**Data excerpts**:
_____
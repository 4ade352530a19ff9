"""Growing an array inside a compiled kernel (shared by the kernels that append)."""

from __future__ import annotations

import numba
import numpy as np


@numba.njit(cache=True, nogil=True)
def with_room(array, needed):
    """``array`` itself when it holds at least ``needed`` entries, else a copy at least twice
    as long (amortised constant time per appended entry)."""
    if needed <= array.size:
        return array
    larger = np.empty(max(needed, 2 * array.size), array.dtype)
    larger[:array.size] = array
    return larger
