@dataclass(frozen=True, eq=False)
class Network:
    """A linear resistive network as plain arrays.

    Parameters
    ----------
    node_labels : ndarray of str, shape (n,)
        Unique label of every node.
    branch_names : ndarray of str, shape (m,)
        Name of every branch (need not be unique; :func:`check` warns about duplicates).
    kind : ndarray of uint8, shape (m,)
        ``RESISTOR`` (0), ``VOLTAGE_SOURCE`` (1) or ``CURRENT_SOURCE`` (2).
    from_node, to_node : ndarray of int64, shape (m,)
        Endpoint node indices.
    value : ndarray of float64, shape (m,)
        Ohms, volts or amperes according to ``kind``.
    reference : int
        Index of the reference (0 V) node.
    """

    node_labels: np.ndarray
    branch_names: np.ndarray
    kind: np.ndarray
    from_node: np.ndarray
    to_node: np.ndarray
    value: np.ndarray
    reference: int

    def __post_init__(self) -> None:
        setter = object.__setattr__.__get__(self)
        setter("node_labels", np.asarray(self.node_labels, dtype=str))
        setter("branch_names", np.asarray(self.branch_names, dtype=str))
        setter("kind", np.asarray(self.kind, dtype=np.uint8))
        setter("from_node", np.asarray(self.from_node, dtype=np.int64))
        setter("to_node", np.asarray(self.to_node, dtype=np.int64))
        setter("value", np.asarray(self.value, dtype=np.float64))
        setter("reference", int(self.reference))
        m = self.kind.shape[0]
        for name in ("branch_names", "from_node", "to_node", "value"):
            if getattr(self, name).shape != (m,):
                raise ValueError(f"{name} has shape {getattr(self, name).shape}, expected ({m},)")
        n = self.node_labels.shape[0]
        if self.node_labels.ndim != 1:
            raise ValueError("node_labels must be one-dimensional")
        if m and (min(self.from_node.min(), self.to_node.min()) < 0
                  or max(self.from_node.max(), self.to_node.max()) >= n):
            raise ValueError("branch endpoint index out of range")
        if m and self.kind.max() > CURRENT_SOURCE:
            raise ValueError("unknown kind code (expected 0=R, 1=V, 2=I)")
        if not 0 <= self.reference < n:
            raise ValueError("reference node index out of range")

    # ------------------------------------------------------------------ construction
    @classmethod
    def from_arrays(cls, from_labels, to_labels, values, kinds=None, names=None,
                    reference="0", node_labels=None) -> "Network":
        """Build a network from endpoint labels.

        Parameters
        ----------
        from_labels, to_labels : array_like of str or int
            Endpoint labels of every branch (integers are converted to their decimal text).
        values : array_like of float
            Ohms, volts or amperes.
        kinds : array_like of str, optional
            Kind letters ``R``/``V``/``I``; default all ``R``.
        names : array_like of str, optional
            Branch names; default the 1-based row number.
        reference : str or None, default ``"0"``
            Label of the reference node; it must be one of the nodes. ``None`` takes the first
            node, for networks used only for queries that need no reference (two-point
            resistances, the Kirchhoff index).
        node_labels : array_like of str, optional
            Extra nodes (for example isolated ones) and the order of node indices; labels used by
            branches but missing here are appended in order of first appearance.

        Raises
        ------
        ValueError
            On mismatched lengths, unknown kinds or a reference label that is not a node.
        TypeError
            When ``reference`` is neither a ``str`` nor None.
        """
        if reference is not None:
            reference = check_labels(reference, "reference")[0]
        from_labels = np.asarray(from_labels).astype(str)
        to_labels = np.asarray(to_labels).astype(str)
        values = np.asarray(values, dtype=np.float64)
        m = from_labels.shape[0]
        if to_labels.shape != (m,) or values.shape != (m,):
            raise ValueError("from, to and value must have the same length")
        kind = np.zeros(m, np.uint8) if kinds is None else kind_codes(kinds)
        if kind.shape != (m,):
            raise ValueError("kinds must have one entry per branch")
        names = (np.arange(1, m + 1).astype(str) if names is None
                 else np.asarray(names).astype(str))
        given = np.empty(0, dtype=str) if node_labels is None else np.asarray(node_labels).astype(str)
        endpoints = np.concatenate([given, from_labels, to_labels])
        labels, first, inverse = np.unique(endpoints, return_index=True, return_inverse=True)
        order = np.argsort(first, kind="stable")          # keep first-appearance order
        rank = np.empty_like(order)
        rank[order] = np.arange(order.size)
        index = rank[inverse.reshape(-1)]
        labels = labels[order]
        k = given.shape[0]
        ref = np.flatnonzero(labels == reference) if reference is not None else np.arange(1)
        if labels.size == 0:
            raise ValueError("the network has no nodes")
        if ref.size == 0:
            raise ValueError(f"reference node {str(reference)!r} is not a node of the network")
        return cls(labels, names, kind, index[k:k + m], index[k + m:], values, int(ref[0]))

    @classmethod
    def from_networkx(cls, graph, reference="0", *, ohms=None, siemens=None) -> "Network":
        """Build a network from a networkx graph, naming the edge attribute that holds the value.

        Every edge becomes a branch. Edge attributes: ``kind`` (``R``/``V``/``I``, default
        ``R``), ``name`` (default the edge's position), and the value: sources always read
        ``value`` (volts or amperes); resistors read the attribute chosen by ``ohms`` or
        ``siemens``, else ``value`` (ohms, as :meth:`to_networkx` writes it). Node labels are
        ``str(node)``; undirected graphs get ``from``/``to`` in edge iteration order.

        Parameters
        ----------
        graph : networkx graph
        reference : node of ``graph``, or None
            The reference node (converted with ``str`` like every node); ``None`` takes the
            first node, for networks that only answer queries needing no reference.
        ohms : str or float, optional
            Name of the edge attribute holding each resistor's resistance in ohms, or one
            number of ohms for every resistor (``ohms=1.0`` for an unweighted graph).
        siemens : str, optional
            Name of the edge attribute holding each resistor's conductance in siemens
            (networkx's ``weight`` usually is one); an infinite conductance is an ideal
            connection.

        Raises
        ------
        ValueError
            When both ``ohms`` and ``siemens`` are given; when no choice was made and an edge
            carries ``weight`` (the message says which keyword to pass); when a resistor lacks
            the chosen attribute (or ``value``), a source lacks ``value``, or a conductance is
            not positive.
        TypeError
            When ``ohms`` or ``siemens`` has the wrong type.
        """
        if ohms is not None and siemens is not None:
            raise ValueError("pass either ohms= or siemens=, not both")
        if siemens is not None and not isinstance(siemens, str):
            raise TypeError(f"siemens must name an edge attribute (a str), not {siemens!r}")
        if ohms is not None and (isinstance(ohms, bool)
                                 or not isinstance(ohms, (str, int, float, np.floating))):
            raise TypeError(f"ohms must name an edge attribute (a str) or be a number of ohms, "
                            f"not {ohms!r}")
        edges = list(graph.edges(data=True))
        if ohms is None and siemens is None and any("weight" in d for _, _, d in edges):
            raise ValueError("the edges carry 'weight' but nothing says what it holds: pass "
                             "ohms='weight' if it is the resistance in ohms or siemens='weight' "
                             "if it is the conductance in siemens")
        kinds = [str(d.get("kind", "R")) for _, _, d in edges]
        vals = [_edge_value(u, v, d, kind, ohms, siemens)
                for (u, v, d), kind in zip(edges, kinds)]
        frm = [str(u) for u, _, _ in edges]
        to = [str(v) for _, v, _ in edges]
        names = [d.get("name", str(i + 1)) for i, (_, _, d) in enumerate(edges)]
        return cls.from_arrays(frm, to, vals, kinds, names,
                               reference=None if reference is None else str(reference),
                               node_labels=[str(v) for v in graph.nodes])

    def to_networkx(self):
        """Return a ``networkx.MultiDiGraph`` with one edge per branch.

        Nodes are the labels; each edge carries ``name``, ``kind`` (letter) and ``value``, and for
        resistors also ``ohms`` and ``conductance`` (``inf`` for an ideal connection).
        """
        import networkx as nx

        graph = nx.MultiDiGraph(reference=str(self.node_labels[self.reference]))
        graph.add_nodes_from(self.node_labels.tolist())
        labels = self.node_labels
        for k in range(self.n_branches):
            attrs = {"name": str(self.branch_names[k]), "kind": KIND_LETTERS[self.kind[k]],
                     "value": float(self.value[k])}
            if self.kind[k] == RESISTOR:
                attrs["ohms"] = attrs["value"]
                attrs["conductance"] = np.inf if attrs["value"] == 0 else 1.0 / attrs["value"]
            graph.add_edge(str(labels[self.from_node[k]]), str(labels[self.to_node[k]]), **attrs)
        return graph

    # ------------------------------------------------------------------ queries
    @property
    def n_nodes(self) -> int:
        return int(self.node_labels.shape[0])

    @property
    def n_branches(self) -> int:
        return int(self.kind.shape[0])

    @property
    def reference_label(self) -> str:
        return str(self.node_labels[self.reference])

    @cached_property
    def label_index(self) -> dict:
        """Mapping from node label to node index (built on first use)."""
        return {label: i for i, label in enumerate(self.node_labels.tolist())}

    def node_index(self, labels) -> np.ndarray:
        """Indices of the given node labels.

        Parameters
        ----------
        labels : str or sequence of str

        Raises
        ------
        TypeError
            When a label is not a ``str`` (an integer is never taken as an index or a label).
        KeyError
            Naming the first label that is not a node.
        """
        table = self.label_index
        out = []
        for label in check_labels(labels):
            if label not in table:
                raise KeyError(f"unknown node {label!r}")
            out.append(table[label])
        return np.asarray(out, dtype=np.int64)

    def branches_of_kind(self, letter: str) -> np.ndarray:
        """Indices of the branches of one kind (``"R"``, ``"V"`` or ``"I"``)."""
        return np.flatnonzero(self.kind == KIND_CODE[letter])

    def counts_by_kind(self) -> dict:
        """Number of branches of each kind letter."""
        counts = np.bincount(self.kind, minlength=3)
        return {letter: int(counts[code]) for code, letter in enumerate(KIND_LETTERS)}

    def with_values(self, value) -> "Network":
        """A copy with new branch values (same topology and kinds)."""
        return Network(self.node_labels, self.branch_names, self.kind, self.from_node,
                       self.to_node, np.asarray(value, dtype=np.float64), self.reference)

    def with_reference(self, label: str) -> "Network":
        """A copy whose reference node is ``label`` (a ``str``; see :meth:`node_index`)."""
        return Network(self.node_labels, self.branch_names, self.kind, self.from_node,
                       self.to_node, self.value, int(self.node_index(label)[0]))

    def passive(self) -> "Network":
        """The network with every independent source zeroed.

        Voltage sources become ideal connections (``R`` of 0 ohm) and current sources are
        removed; node indices are unchanged. This is the network whose effective resistances a
        two-point measurement reads.
        """
        keep = self.kind != CURRENT_SOURCE
        kind = np.zeros(int(keep.sum()), np.uint8)
        value = np.where(self.kind[keep] == VOLTAGE_SOURCE, 0.0, self.value[keep])
        return Network(self.node_labels, self.branch_names[keep], kind, self.from_node[keep],
                       self.to_node[keep], value, self.reference)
_____
**Your goal**:
In the listing above, the lines from the one containing "values : array_like of float" through the one containing "values = np.asarray(values, dtype=np.float64)" must be set down exactly, with no other lines.

**Exercise solution**:
        values : array_like of float
            Ohms, volts or amperes.
        kinds : array_like of str, optional
            Kind letters ``R``/``V``/``I``; default all ``R``.
        names : array_like of str, optional
            Branch names; default the 1-based row number.
        reference : str or None, default ``"0"``
            Label of the reference node; it must be one of the nodes. ``None`` takes the first
            node, for networks used only for queries that need no reference (two-point
            resistances, the Kirchhoff index).
        node_labels : array_like of str, optional
            Extra nodes (for example isolated ones) and the order of node indices; labels used by
            branches but missing here are appended in order of first appearance.

        Raises
        ------
        ValueError
            On mismatched lengths, unknown kinds or a reference label that is not a node.
        TypeError
            When ``reference`` is neither a ``str`` nor None.
        """
        if reference is not None:
            reference = check_labels(reference, "reference")[0]
        from_labels = np.asarray(from_labels).astype(str)
        to_labels = np.asarray(to_labels).astype(str)
        values = np.asarray(values, dtype=np.float64)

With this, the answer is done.